Growth in public sector jobs since 1997 has been primarily in providing frontline education and health services and not administrative staff according to a report from the Institute for Public Policy Research. There has been little increase in the employment of central or local government administrative staff. The report also shows that there has been very little change in the overall balance of public to private sector employment since 1997 and that public sector employment remains a significantly lower share of the total than in 1992. The relatively rapid pay growth seen in the public sector in the last few years was largely a ‘catch-up’, following a period of pay restraint in the 1990s, and this growth is now likely to end.Analysis of new data on staff vacancies in health, education and public administration found problems not just in the South East but in Shropshire, County Durham, Herefordshire and Worcestershire, Birmingham and Solihull. To address this issue the ippr advocates pay supplements at local, rather than regional levels to recruit and retain key public sector workers.
Teachers’ TV, a new digital television channel will launch early next year and it will form a key part of the Government’s drive for personalised learning.
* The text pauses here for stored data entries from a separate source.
def reference(inst, schedule, reads, seed, order="sequential"):
    """Final energies from dwave-samplers' annealer on the same explicit betas.

    Energies are recomputed from its states with the same function as ours, so
    equal states give bit-equal energies (otherwise rounding differences would
    split ties and fool a rank test).
    """
    ss = SimulatedAnnealingSampler().sample(
        index_bqm(inst), num_reads=reads, seed=seed, beta_schedule_type="custom",
        beta_schedule=schedule.betas(), randomize_order=(order == "random"))
    states = index_states(ss, inst.n)
    assert np.allclose(inst.energies(states), ss.record.energy, atol=1e-9)
    return inst.energies(states)


def same_distribution_p(a, b, discrete):
    """p-value that two samples of final energies come from one distribution.

    Discrete energies: chi-square test of homogeneity (scipy.stats.chi2_contingency)
    on the energy levels, tails pooled so every expected count is at least 5.
    Continuous energies: two-sample Kolmogorov-Smirnov (scipy.stats.ks_2samp).
    """
    if not discrete:
        return stats.ks_2samp(a, b).pvalue
    levels = np.unique(np.round(np.concatenate([a, b]), 6))
    table = np.array([[np.sum(np.isclose(x, v)) for v in levels] for x in (a, b)], dtype=float)
    # pool small categories into their neighbour until every expected count is >= 5
    while table.shape[1] > 1:
        expected = table.sum(0)[None, :] * table.sum(1)[:, None] / table.sum()
        k = int(np.argmin(expected.min(0)))
        if expected[:, k].min() >= 5:
            break
        j = k - 1 if k == table.shape[1] - 1 else k + 1
        table[:, j] += table[:, k]
        table = np.delete(table, k, axis=1)
    if table.shape[1] < 2:
        return 1.0
    return stats.chi2_contingency(table).pvalue


def ground_energy(inst):
    return float(dimod.ExactSolver().sample(inst.to_bqm()).first.energy)  # reference: brute force


# ------------------------------------------------------------- basic contract
def test_energies_equal_dimod_energies_of_returned_states():
    inst = make_instance("chimera:2", "gaussian", "gaussian:0.5", seed=3)
    for order in ("sequential", "random"):
        batch = get_sampler("fast-sa").run(inst, Schedule(sweeps=30), reads=70, seed=1, order=order)
        bqm = inst.to_bqm()
        theirs = bqm.energies((batch.states, list(inst.labels)))  # reference: dimod
        assert np.allclose(batch.energies, theirs, rtol=0, atol=1e-9)
        assert batch.states.shape == (70, inst.n) and batch.spin_updates == 70 * 30 * inst.n


def test_same_seed_same_result_other_seed_other_result():
    inst = make_instance("chimera:2", "gaussian", seed=4)
    s = FastAnnealing()
    for order in ("sequential", "random"):
        a = s.run(inst, Schedule(sweeps=20), reads=40, seed=9, order=order)
        b = s.run(inst, Schedule(sweeps=20), reads=40, seed=9, order=order)
        c = s.run(inst, Schedule(sweeps=20), reads=40, seed=10, order=order)
        assert np.array_equal(a.states, b.states) and a.seed == b.seed
        assert not np.array_equal(a.states, c.states)
        assert a.seed < 2**31


def test_reads_are_prefixes_of_longer_runs():
    # Read r of a candidate has its own random stream, so asking for more reads
    # leaves the first ones unchanged (in both orders).
    inst = make_instance("chimera:2", "pm1", seed=5)
    for order in ("sequential", "random"):
        few = FastAnnealing().run(inst, Schedule(sweeps=15), reads=5, seed=2, order=order)
        many = FastAnnealing().run(inst, Schedule(sweeps=15), reads=130, seed=2, order=order)
        assert np.array_equal(few.states, many.states[:5])


def test_run_many_equals_separate_calls():
    base = make_instance("chimera:2", "gaussian", "gaussian:0.3", seed=6)
    rng = np.random.default_rng(0)
    kids = [base.with_couplings(rng.normal(size=base.m), rng.normal(size=base.n)) for _ in range(3)]
    s = FastAnnealing()
    sched = Schedule(sweeps=25, beta_range=(0.2, 4.0))
    for order in ("sequential", "random"):
        together = s.run_many(kids, sched, reads=66, seeds=[3, 4, 5], order=order)
        for kid, seed, batch in zip(kids, [3, 4, 5], together):
            alone = s.run(kid, sched, reads=66, seed=seed, order=order)
            assert np.array_equal(batch.states, alone.states)
            assert np.allclose(batch.energies, kid.energies(batch.states), rtol=0, atol=1e-9)
            assert batch.seed == alone.seed and batch.schedule == alone.schedule
            assert batch.spin_updates == alone.spin_updates


def test_run_many_refuses_bad_requests():
    a = make_instance("chimera:1", "pm1", seed=1)
    b = make_instance("chimera:2", "pm1", seed=1)
    s = FastAnnealing()
    with pytest.raises(InputError, match="share one graph"):
        s.run_many([a, b], Schedule(sweeps=5), reads=2, seeds=[1, 2])
    with pytest.raises(InputError, match="one per candidate"):
        s.run_many([a, a], Schedule(sweeps=5), reads=2, seeds=[1, 2, 3])
    with pytest.raises(InputError, match="reads"):
        s.run_many([a], Schedule(sweeps=5), reads=0, seeds=[1])
    with pytest.raises(InputError, match="Schedule"):
        s.run_many([a], None, reads=2, seeds=[1])
    with pytest.raises(InputError, match="no option"):
        s.run_many([a], Schedule(sweeps=5), reads=2, seeds=[1], colour="red")
    with pytest.raises(InputError, match="order"):
        s.run(a, Schedule(sweeps=5), reads=2, seed=1, order="backwards")
    with pytest.raises(InputError, match="Instance"):
        s.run_many([], Schedule(sweeps=5), reads=2)
    with pytest.raises(InputError, match="no spins"):
        s.run(Instance(edges=np.zeros((0, 2)), J=[], h=[]), Schedule(sweeps=5), reads=2, seed=1)


def test_infinite_temperature_gives_zero_mean_energy():
    # Common practice: at beta -> 0 every state is equally likely, so for a
    # zero-field instance E[s_i s_j] = 0 and the mean energy is 0.
    inst = make_instance("chimera:2", "pm1", seed=5)
    hot = FastAnnealing().run(inst, Schedule(sweeps=20, beta_range=(1e-9, 1e-9)), reads=640, seed=1)
    assert abs(hot.energies.mean()) < 4 * hot.energies.std() / np.sqrt(640)


def test_compiled_once_with_one_signature_per_kernel():
    # Read-only instance arrays, other graphs and both orders must not trigger
    # new compilations: each kernel keeps exactly one compiled signature.
    fast_sa.warm_up()
    for spec, coup in (("chimera:1", "pm1"), ("square:3", "gaussian")):
        inst = make_instance(spec, coup, "pm1", seed=1)
        FastAnnealing().run(inst, Schedule(sweeps=3), reads=3, seed=1)
        FastAnnealing().run_many([inst, inst], Schedule(sweeps=3), reads=3, seeds=1, order="random")
    for kernel in (_lanes.anneal_lanes, _lanes.anneal_random_order, _lanes.batch_energies):
        assert len(kernel.signatures) == 1, kernel.__name__
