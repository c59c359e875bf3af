"""What each sampler does with its schedule and options, checked against facts outside the code."""

import itertools

import dimod
import numpy as np
import pytest

from instgen.errors import InputError, ResourceError
from instgen.instance import Instance
from instgen.make import make_instance
from instgen.samplers import Schedule, get_sampler
from instgen.samplers.pimc import field_arrays


@pytest.fixture(scope="module")
def c2():
    return make_instance("chimera:2", "pm1", seed=5)


# ------------------------------------------------------------------ sa
def test_sa_follows_the_given_temperatures(c2):
    # Common practice: at infinite temperature (beta -> 0) every state is equally
    # likely, so the mean energy of a zero-field instance is 0 (E[s_i s_j] = 0).
    hot = get_sampler("sa").run(c2, Schedule(sweeps=20, beta_range=(1e-9, 1e-9)), reads=400, seed=1)
    assert abs(hot.energies.mean()) < 4 * hot.energies.std() / np.sqrt(400)
    # ...while a cold schedule on the same instance goes far below that.
    cold = get_sampler("sa").run(c2, Schedule(sweeps=500, beta_range=(0.1, 5.0)), reads=20, seed=1)
    assert cold.energies.mean() < hot.energies.mean() - 0.5 * c2.m


def test_sa_records_schedule_and_work(c2):
    sched = Schedule(sweeps=30, beta_range=(0.2, 3.0), interpolation="linear")
    batch = get_sampler("sa").run(c2, sched, reads=7, seed=2)
    assert batch.schedule["beta_range"] == [0.2, 3.0] and batch.schedule["interpolation"] == "linear"
    assert batch.spin_updates == 7 * 30 * c2.n


def test_sa_options_are_checked(c2):
    with pytest.raises(InputError, match="order"):
        get_sampler("sa").run(c2, Schedule(sweeps=5), reads=2, seed=1, order="backwards")
    a = get_sampler("sa").run(c2, Schedule(sweeps=50), reads=5, seed=3, order="random", rule="gibbs")
    assert a.options["order"] == "random"


# ---------------------------------------------------------------- pimc / rotor
def test_field_arrays_follow_the_schedule_shapes():
    plain_p, plain_t = field_arrays(Schedule(sweeps=10, beta_range=(0.1, 4.0)), 3.0)
    assert plain_p[-1] == pytest.approx(4.0) and plain_t[-1] == pytest.approx(0.0)
    assert np.all(np.diff(plain_t) < 0) and np.all(np.diff(plain_p) > 0)
    p, t = field_arrays(Schedule(sweeps=20, shape="pause", s_pause=0.5, pause_fraction=0.5), 2.0)
    held = np.isclose(t, 2.0 * 0.5)
    assert held.sum() >= 10  # the transverse field holds at s = 0.5 for half the sweeps
    p, t = field_arrays(Schedule(sweeps=20, shape="quench", s_quench=0.4, quench_sweeps=3), 2.0)
    assert np.allclose(t[-3:], 0.0) and np.all(t[:-3] >= 2.0 * 0.6 - 1e-12)


@pytest.mark.parametrize("name", ["pimc", "rotor"])
def test_quantum_surrogates_refuse_an_all_zero_transverse_field(name, c2):
    with pytest.raises(InputError, match="zero at every sweep"):
        get_sampler(name).run(c2, Schedule(sweeps=10), reads=2, seed=1, transverse=0.0)
    with pytest.raises(InputError, match="zero at every sweep"):
        get_sampler(name).run(c2, Schedule(sweeps=1), reads=2, seed=1)


def test_pimc_stores_both_field_arrays(c2):
    batch = get_sampler("pimc").run(c2, Schedule(sweeps=25, shape="quench", s_quench=0.5, quench_sweeps=5),
                                    reads=3, seed=4, transverse=1.5)
    d = batch.schedule
    assert len(d["problem_field"]) == len(d["transverse_field"]) == 25
    assert d["transverse_field"][0] == pytest.approx(1.5 * (1 - 0.5 / 20))
    assert batch.spin_updates == 3 * 25 * c2.n


# ------------------------------------------------------------------ tabu
def test_tabu_budget_comes_from_option_then_schedule(c2):
    t = get_sampler("tabu")
    assert t.run(c2, Schedule(sweeps=40), reads=2, seed=1).schedule["sweeps"] == 40
    assert t.run(c2, Schedule(sweeps=40), reads=2, seed=1, sweeps=7).schedule["sweeps"] == 7
    with pytest.raises(InputError, match="tenure"):
        t.run(c2, reads=2, seed=1, tenure=c2.n)


# ------------------------------------------------------------------ descent
def test_descent_ends_in_single_flip_local_minima():
    # Definition of steepest descent (common practice): it stops only where no
    # single spin flip lowers the energy.
    inst = make_instance("chimera:2", "gaussian", "gaussian:0.3", seed=8)
    batch = get_sampler("descent").run(inst, reads=30, seed=2)
    for s in batch.states:
        flipped = np.repeat(s[None, :], inst.n, axis=0)
        flipped[np.arange(inst.n), np.arange(inst.n)] *= -1
        assert np.all(inst.energies(flipped) >= inst.energy(s) - 1e-12)


def test_descent_restarts_keep_the_best():
    inst = make_instance("chimera:2", "gaussian", seed=9)
    one = get_sampler("descent").run(inst, reads=40, seed=3, restarts=1)
    many = get_sampler("descent").run(inst, reads=40, seed=3, restarts=20)
    assert many.energies.mean() < one.energies.mean()
    assert many.schedule["restarts"] == 20


# ------------------------------------------------------------------ exact
def test_exact_spectrum_matches_dimod_exact_solver():
    inst = make_instance("chimera:1", "gaussian", "gaussian", seed=12)
    ours = get_sampler("exact").run(inst, reads=2 ** inst.n)
    theirs = np.sort(dimod.ExactSolver().sample(inst.to_bqm()).record.energy)  # reference: dimod
    assert np.allclose(ours.energies, theirs, atol=1e-9)
    assert np.unique(ours.states, axis=0).shape[0] == 2 ** inst.n


def test_exact_triangle_has_six_ground_states():
    # Textbook fact: the antiferromagnetic triangle has 6 of its 8 states at E = -1.
    tri = Instance(edges=[[0, 1], [0, 2], [1, 2]], J=[1.0, 1.0, 1.0])
    batch = get_sampler("exact").run(tri, reads=8)
    assert int(np.sum(batch.energies == -1.0)) == 6
    brute = [tri.energy(s) for s in itertools.product([-1, 1], repeat=3)]
    assert sorted(brute) == batch.energies.tolist()


def test_exact_refuses_large_instances_with_an_estimate():
    inst = make_instance("chimera:2", "pm1", seed=1)  # 32 spins
    with pytest.raises(ResourceError, match=r"2\^32 = 4\.29e\+09 states"):
        get_sampler("exact").run(inst, reads=1)
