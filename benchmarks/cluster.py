"""What a Dask cluster buys a breeding run: measured on 2 local workers, estimated for 64 and 512.

Run with ``.venv/bin/python -m benchmarks.cluster`` (about four minutes on a
2-core laptop; the machine should be otherwise idle).  Everything is measured
in this one run:

1. **Speed-up of a generation** (the quench-study preset on chimera:8, the
   way a lab scales it up; about a tenth of a second per candidate; then, as 1b,
   a campaign-sized generation of 48 candidates on chimera:12): one generation's work (every
   candidate measured, the best two confirmed with more reads) done serially
   and on ``local:2`` (and, for comparison, on the process pool of 2 that
   needs no dask), alternating, on the same candidates and seeds (and checked
   to give the same energies).  Alternating keeps drifting load on a
   shared machine from favouring either side.  The cluster's first generation
   is its timing pass (one candidate per task) and is shown apart.
2. **Overhead per task**: candidates too small to matter (8 spins, one read,
   one sweep), sent one per task; the wall time per task beyond the work.
3. **A paper estimate** for 64 and 512 workers, for every preset in
   ``presets/``: task times and the serial part of a generation (selection,
   variation, bookkeeping, checkpoint) measured serially here (two generations;
   single candidates for presets whose generation is too long to run here), put into
   ``T(W) = serial + 2 * latency + overhead * tasks + ceil(P/W) * t_search + ceil(C/W) * t_confirm``
   (P candidates measured per generation, C confirmed).  Amdahl's bound with the
   measured serial fraction is printed beside it.  The work after the search
   (certification, final re-measurement, random baseline, filing) runs once per
   run in the client; it is measured for the demo preset.
"""

from __future__ import annotations

import math
import os
import statistics
import tempfile
import time
from pathlib import Path

import numpy as np

from instgen.errors import InstgenError
from instgen.evolve.cluster import DaskExecutor
from instgen.evolve.engine import Breeder
from instgen.evolve.executors import PoolExecutor, SerialExecutor, evaluate
from instgen.evolve.finish import finish
from instgen.preset import load_preset, override, validate

from .samplers import cpu_model

PRESETS = sorted((Path(__file__).parents[1] / "presets").glob("*.toml"))
WORKERS = (2, 64, 512)
#: Journey D scales the quench study up to a bigger graph: that generation is timed on 2 workers.
SPEEDUP_PRESET, SPEEDUP_GRAPH = "quench-study", "chimera:8"
#: ...and a campaign-sized generation, the kind a cluster is for: the same preset, larger graph and population.
CAMPAIGN_GRAPH, CAMPAIGN_POPULATION = "chimera:12", 48
#: Presets whose generation would take longer than this (serially) are profiled on single candidates.
PROFILE_SECONDS = 15.0


class TimedSerial(SerialExecutor):
    """The serial executor, keeping the wall time of every task and of every map."""

    def __init__(self):
        self.tasks, self.maps = [], []

    def map(self, tasks):
        t0 = time.perf_counter()
        out = []
        for task in tasks:
            t = time.perf_counter()
            out.append(evaluate(self.ctx, task))
            self.tasks.append((task["reads"], time.perf_counter() - t))
        self.maps.append(time.perf_counter() - t0)
        return out


def _run(cfg, folder, executor, marks=None):
    """Breed; returns the breeder, its result and the wall time up to each generation's end.

    The first figure includes starting the executor.  ``marks`` collects how many
    maps a :class:`TimedSerial` had made at each generation's end.
    """
    stamps = []

    def note(record):
        stamps.append(time.perf_counter())
        if marks is not None:
            marks.append(len(executor.maps))

    breeder = Breeder(cfg, folder, executor=executor, progress=note)
    t0 = time.perf_counter()
    result = breeder.run()
    return breeder, result, [b - a for a, b in zip([t0] + stamps, stamps)]


def _generation_tasks(cfg, ctx, seed: int) -> tuple[list[dict], list[dict]]:
    """One generation's work for ``cfg``: every candidate measured, then the top ones confirmed."""
    rng = np.random.default_rng(seed)
    m, s, f = len(ctx.edges), cfg["search"], cfg["fitness"]

    def task(k, reads):
        return {"J": rng.choice([-1.0, 1.0], m), "h": np.zeros(ctx.n), "planted": None, "seed": 1000 * seed + k,
                "reads": reads}

    return ([task(k, f["reads"]) for k in range(s["population"])],
            [task(k, f["confirm_reads"]) for k in range(s["confirm_top"])])


def _timed(executor, work) -> tuple[float, list]:
    t0 = time.perf_counter()
    results = [m for tasks in work for m in executor.map(tasks)]
    return time.perf_counter() - t0, [{k: e.tolist() for k, e in m.energies.items()} for m in results]


def speedup(tmp: Path, repeats: int = 5, graph: str = SPEEDUP_GRAPH, population: int | None = None,
            label: str = "1.") -> None:
    changes = ["search.workers=1", f'graph.spec="{graph}"'] + ([f"search.population={population}"] if population else [])
    cfg = override(load_preset(_preset(SPEEDUP_PRESET)), changes)
    ctx = Breeder(cfg, tmp / f"speed-{graph}").ctx
    f, sr = cfg["fitness"], cfg["search"]
    serial, pool, cluster = SerialExecutor(), PoolExecutor(2), DaskExecutor("local:2")
    serial.start(ctx)
    pool.start(ctx)
    t0 = time.perf_counter()
    cluster.start(ctx)
    started = time.perf_counter() - t0
    first, _ = _timed(cluster, _generation_tasks(cfg, ctx, 0))  # the timing pass: one candidate per task
    _timed(pool, _generation_tasks(cfg, ctx, 0))  # start the pool's processes
    rows = []
    try:
        for r in range(1, repeats + 1):
            work = _generation_tasks(cfg, ctx, r)
            a, expected = _timed(serial, work)
            k = len(cluster.timings)
            b, got = _timed(cluster, work)
            busy = sum(x for _, x in cluster.timings[k:])  # the workers' own seconds on these tasks
            c, pooled = _timed(pool, work)
            assert got == expected == pooled, "the executors' measurements differ"
            rows.append((a, b, c, busy))
    finally:
        cluster.close()
        pool.close()
    tasks = cluster.timings[cfg["search"]["population"]:]
    print(f"\n{label} One generation of presets/{SPEEDUP_PRESET}.toml ({cfg['graph']['spec']}, {f['sampler']}, "
          f"{sr['population']} candidates x {f['reads']} reads, {sr['confirm_top']} confirmed x {f['confirm_reads']} reads)")
    print(f"   starting local:2 took {started:.1f} s; its first generation (one candidate per task, timed) {first:.2f} s")
    print(f"   {'repeat':>6} {'serial s':>9} {'local:2 s':>10} {'speed-up':>9} {'pool:2 s':>9} {'speed-up':>9}"
          f" {'worker s':>9} {'slower':>7} {'dask s':>7}")
    for r, (a, b, c, busy) in enumerate(rows, 1):
        print(f"   {r:>6} {a:9.2f} {b:10.2f} {a / b:8.2f}x {c:9.2f} {a / c:8.2f}x {busy:9.2f} {busy / a:6.2f}x"
              f" {b - busy / 2:7.2f}")
    print(f"   median speed-up on 2 workers: local:2 {statistics.median(a / b for a, b, _, _ in rows):.2f}x, "
          f"process pool of 2 (no dask, for comparison) {statistics.median(a / c for a, _, c, _ in rows):.2f}x; "
          "the three alternate on the same candidates and give the same energies")
    print("   worker s: the workers' own seconds on the generation's tasks; slower: that over the serial seconds "
          "(the same work\n   takes longer with both cores busy: shared caches, clock, the host); dask s: "
          "wall time beyond half the\n   worker seconds (sending, waiting on the slower worker, fetching results)")
    print(f"   median: both cores busy make the work {statistics.median(busy / a for a, _, _, busy in rows):.2f}x "
          f"slower; dask adds {statistics.median(b - busy / 2 for _, b, _, busy in rows):.2f} s per generation")
    print(f"   cluster tasks after the timing pass: {len(tasks)}, {min(n for n, _ in tasks)}-"
          f"{max(n for n, _ in tasks)} candidates each, worker seconds per task median "
          f"{statistics.median(x for _, x in tasks):.2f} (min {min(x for _, x in tasks):.2f})")


def overhead(tmp: Path, n: int = 200) -> dict:
    cfg = validate({"graph": {"spec": "chimera:1"}, "fitness": {"sweeps": [1], "reads": 1}, "search": {"workers": 1}})
    ctx = Breeder(cfg, tmp / "o").ctx
    tasks = _generation_tasks(override(cfg, [f"search.population={n}"]), ctx, 7)[0]
    ex = DaskExecutor("local:2", task_seconds=0.0)  # one candidate per task, always
    ex.start(ctx)
    try:
        ex.map(tasks[:20])
        futures = ex.client.map(abs, range(-n, 0), pure=False)  # dask alone: a task that does nothing
        t0 = time.perf_counter()
        ex.client.gather(futures)
        bare = (time.perf_counter() - t0) / n
        t0 = time.perf_counter()
        ex.map(tasks)
        wall = time.perf_counter() - t0
        work = sum(x for _, x in ex.timings[-n:])
        lat = []
        for k in range(10):
            t0 = time.perf_counter()
            ex.map(tasks[k:k + 1])
            lat.append(time.perf_counter() - t0)
    finally:
        ex.close()
    per_task = max(wall - work / 2, 0.0) / n
    latency = statistics.median(lat)
    print(f"\n2. Overhead on local:2: {n} candidates of 8 spins, one per task, took {wall:.2f} s for {work:.2f} s of "
          f"work: {per_task * 1e3:.1f} ms per task beyond the work (dask alone, empty tasks: {bare * 1e3:.1f} ms); "
          f"a one-task round trip {latency * 1e3:.0f} ms")
    return {"per_task": per_task, "latency": latency}


def _preset(name: str) -> Path:
    return next(p for p in PRESETS if p.stem == name)


def _one(ctx, task) -> float:
    t0 = time.perf_counter()
    evaluate(ctx, task)
    return time.perf_counter() - t0


def profile_preset(path: Path, tmp: Path) -> dict:
    """Serial task times and the client's own seconds per generation, for one preset.

    Two generations are bred serially when that is quick; otherwise one search
    and one confirmation candidate are timed and the client's part is left out
    (``serial`` None: small beside such tasks, but not measured).
    """
    generations = load_preset(path)["search"]["generations"]
    cfg = override(load_preset(path), ["search.generations=2", "search.workers=1",
                                       f'library.path="{tmp / "lib"}"'])
    s, f = cfg["search"], cfg["fitness"]
    row = {"name": path.stem, "P": s["population"], "C": s["confirm_top"], "generations": generations,
           "graph": cfg["graph"]["spec"], "after": None}
    ctx = Breeder(cfg, tmp / f"{path.stem}-probe").ctx
    search, confirm = _generation_tasks(cfg, ctx, 99)
    _one(ctx, {**search[0], "reads": 1})  # warm-up (compiles the sampler where it needs it)
    t_search = _one(ctx, search[0])
    if t_search * (s["population"] + s["confirm_top"] * f["confirm_reads"] / f["reads"]) > PROFILE_SECONDS:
        return {**row, "t_search": t_search, "t_confirm": _one(ctx, confirm[0]), "serial": None}
    ex, marks = TimedSerial(), []
    breeder, result, gens = _run(cfg, tmp / path.stem, ex, marks)
    if path.stem == "demo":  # the work after the search, once per run, in the client
        t0 = time.perf_counter()
        finish(breeder, result)
        row["after"] = time.perf_counter() - t0
    searched = [t for r, t in ex.tasks if r == f["reads"]]
    confirmed = [t for r, t in ex.tasks if r != f["reads"]] or searched
    # Generation 2's wall time between progress calls, minus its maps, is the client's own work.
    serial_part = gens[1] - sum(ex.maps[marks[0]:marks[1]])
    return {**row, "t_search": statistics.median(searched), "t_confirm": statistics.median(confirmed),
            "serial": max(serial_part, 0.0)}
The channel is an innovative method of using television to raise standards in the classroom, and is being funded by the Department for Education and Skills. Teachers’ TV is Europe’s first channel dedicated to those who work in schools.The channel is editorially independent – and will carry programmes on training and development, resources for the classroom and education news. The channel will be on air 24 hours a day, and will be supported by an extensive website and interactive service.
Poor people management presents the greatest threat to downsizing Whitehall departments to meet Chancellor Gordon Brown’s pledge to reduce the civil service by over 100,000 jobs in the next three years. This includes 84,000 jobs in England and a further 20,000 in Scotland, Wales and Northern Ireland. An additional 20,000 jobs will be re-located from London to the regions.In the light of this scale of downsizing the Chartered Institute of Personnel and Development has called for the current approach to reform to be remoulded so that people management is put at the heart of the reform process by shifting from a command and control style of management to a high performance model based on autonomy and trust. The Institute argues for a reduction in the number of centralised targets and giving managers more discretion at local level over pay-setting.